Send back the records in full, character for character.

Dataset records:
□ □ □

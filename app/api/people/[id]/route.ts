import { z } from "zod";
import { getMember, setActive, setLegalName, setRoles } from "@/db/queries/people";
import { shopRoute } from "@/lib/api/route";
import { AppError } from "@/lib/errors";
import { personPatchSchema } from "@/lib/schemas/people";

export const dynamic = "force-dynamic";

const idSchema = z.string().uuid();

function memberId(params: Record<string, unknown>) {
  const parsed = idSchema.safeParse(params.id);
  if (!parsed.success) throw new AppError("not_found", "Person not found in this shop.");
  return parsed.data;
}

export const GET = shopRoute({ action: "people:read" }, async ({ ctx, params }) => ({ person: await getMember(ctx.shopId, memberId(params)) }));

export const PATCH = shopRoute({ action: "people:manage", body: personPatchSchema }, async ({ ctx, params, body }) => {
  const id = memberId(params);
  if (body.legalName !== undefined) await setLegalName({ shopId: ctx.shopId, membershipId: id, legalName: body.legalName, actorId: ctx.userId });
  if (body.roles) await setRoles({ shopId: ctx.shopId, membershipId: id, roles: body.roles, actorId: ctx.userId });
  if (body.active !== undefined) await setActive({ shopId: ctx.shopId, membershipId: id, active: body.active, actorId: ctx.userId });
  return { person: await getMember(ctx.shopId, id) };
});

□ □ □

**WRITTEN REPLY**.
filename app/api/people/[id]/route.ts
import { z } from "zod";
import { getMember, setActive, setLegalName, setRoles } from "@/db/queries/people";
import { shopRoute } from "@/lib/api/route";
import { AppError } from "@/lib/errors";
import { personPatchSchema } from "@/lib/schemas/people";

export const dynamic = "force-dynamic";

const idSchema = z.string().uuid();

function memberId(params: Record<string, unknown>) {
  const parsed = idSchema.safeParse(params.id);
  if (!parsed.success) throw new AppError("not_found", "Person not found in this shop.");
  return parsed.data;
}

export const GET = shopRoute({ action: "people:read" }, async ({ ctx, params }) => ({ person: await getMember(ctx.shopId, memberId(params)) }));

export const PATCH = shopRoute({ action: "people:manage", body: personPatchSchema }, async ({ ctx, params, body }) => {
  const id = memberId(params);
  if (body.legalName !== undefined) await setLegalName({ shopId: ctx.shopId, membershipId: id, legalName: body.legalName, actorId: ctx.userId });
  if (body.roles) await setRoles({ shopId: ctx.shopId, membershipId: id, roles: body.roles, actorId: ctx.userId });
  if (body.active !== undefined) await setActive({ shopId: ctx.shopId, membershipId: id, active: body.active, actorId: ctx.userId });
  return { person: await getMember(ctx.shopId, id) };
});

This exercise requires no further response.